The meatpacking companies argue that in normal times, their giant size makes them more efficient and helps keep prices for consumers low.

In recent decades, that «consumer welfare» argument carried a lot of weight. Government regulators were willing to go along with one merger after another, so long as hamburger was cheap.

But a new generation of anti-trust scholars — and the Biden administration — are more skeptical of super-sized corporate power.

«Between these recent price shocks in the pandemic and ongoing allegations of price-fixing, that [consumer welfare] argument for consolidation is falling apart,» said Claire Kelloway, a researcher at the Open Markets Institute, an anti-monopoly think tank. «There’s increasing evidence and suspicions that this market power has gone too far and is beginning to hurt consumers.»

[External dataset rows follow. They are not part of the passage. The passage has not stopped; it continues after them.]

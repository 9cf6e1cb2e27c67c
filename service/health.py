"""Whether the service is up and its database stands at the program's schema."""

from fastapi import APIRouter, Request

from service.errors import Unavailable
from service.storage.engine import Database
from service.storage.migrate import is_current
from service.web.access import Open
from service.web.schemas import View
from service.web.unit import UnitRoute

router = APIRouter(prefix="/api/v1/health", route_class=UnitRoute, tags=["health"])


class HealthView(View):
    status: str
    database: str


@router.get("")
def health(request: Request, _actor: Open) -> HealthView:
    database: Database = request.app.state.database
    if not is_current(database.writer):
        raise Unavailable(
            "The database's schema is not this program's.", mend="Run “coilwright serve” again."
        )
    return HealthView(status="ok", database=database.writer.dialect.name)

A ransomware attack on JBS in June that temporarily idled nearly a quarter of the company’s beef-processing capacity also highlighted the risk of having so much of the nation’s food supply in the hands of a few big companies.

Almost exactly a century ago, the federal government passed the «Packers and Stockyards Act,» to crack down on excesses of what was then known as the «Meat Trust.»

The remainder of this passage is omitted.